Copy the entries exactly, leaving out nothing.

─── Excerpted data

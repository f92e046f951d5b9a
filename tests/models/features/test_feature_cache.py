"""The in-memory feature cache: least recently used entries go first once the byte budget is spent."""

from __future__ import annotations

from factories import make_night

from models.features.cache import FeatureCache
from models.features.matrix import FeatureConfig

CONFIG = FeatureConfig(families=("summary",))


def test_lru_drops_least_recently_used_beyond_the_byte_budget() -> None:
    a, b, c = (make_night(120, seed=seed) for seed in (1, 2, 3))
    one = FeatureCache().features(a, CONFIG).values.nbytes
    cache = FeatureCache(max_bytes=2 * one)
    first_a, _ = cache.features(a, CONFIG), cache.features(b, CONFIG)
    assert cache.lookup(a, CONFIG) is first_a  # "a" is now the most recent
    cache.features(c, CONFIG)
    assert cache.lookup(b, CONFIG) is None and cache.lookup(a, CONFIG) is first_a and len(cache) == 2


def test_an_entry_larger_than_the_budget_stays_until_the_next_one() -> None:
    a, b = make_night(120, seed=1), make_night(120, seed=2)
    cache = FeatureCache(max_bytes=1)
    kept = cache.features(a, CONFIG)
    assert cache.lookup(a, CONFIG) is kept
    cache.features(b, CONFIG)
    assert cache.lookup(a, CONFIG) is None and len(cache) == 1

──────

• [Your solution]:
repository f92e046f951d5b9a
filename tests/models/features/test_feature_cache.py
"""The in-memory feature cache: least recently used entries go first once the byte budget is spent."""

from __future__ import annotations

from factories import make_night

from models.features.cache import FeatureCache
from models.features.matrix import FeatureConfig

CONFIG = FeatureConfig(families=("summary",))


def test_lru_drops_least_recently_used_beyond_the_byte_budget() -> None:
    a, b, c = (make_night(120, seed=seed) for seed in (1, 2, 3))
    one = FeatureCache().features(a, CONFIG).values.nbytes
    cache = FeatureCache(max_bytes=2 * one)
    first_a, _ = cache.features(a, CONFIG), cache.features(b, CONFIG)
    assert cache.lookup(a, CONFIG) is first_a  # "a" is now the most recent
    cache.features(c, CONFIG)
    assert cache.lookup(b, CONFIG) is None and cache.lookup(a, CONFIG) is first_a and len(cache) == 2


def test_an_entry_larger_than_the_budget_stays_until_the_next_one() -> None:
    a, b = make_night(120, seed=1), make_night(120, seed=2)
    cache = FeatureCache(max_bytes=1)
    kept = cache.features(a, CONFIG)
    assert cache.lookup(a, CONFIG) is kept
    cache.features(b, CONFIG)
    assert cache.lookup(a, CONFIG) is None and len(cache) == 1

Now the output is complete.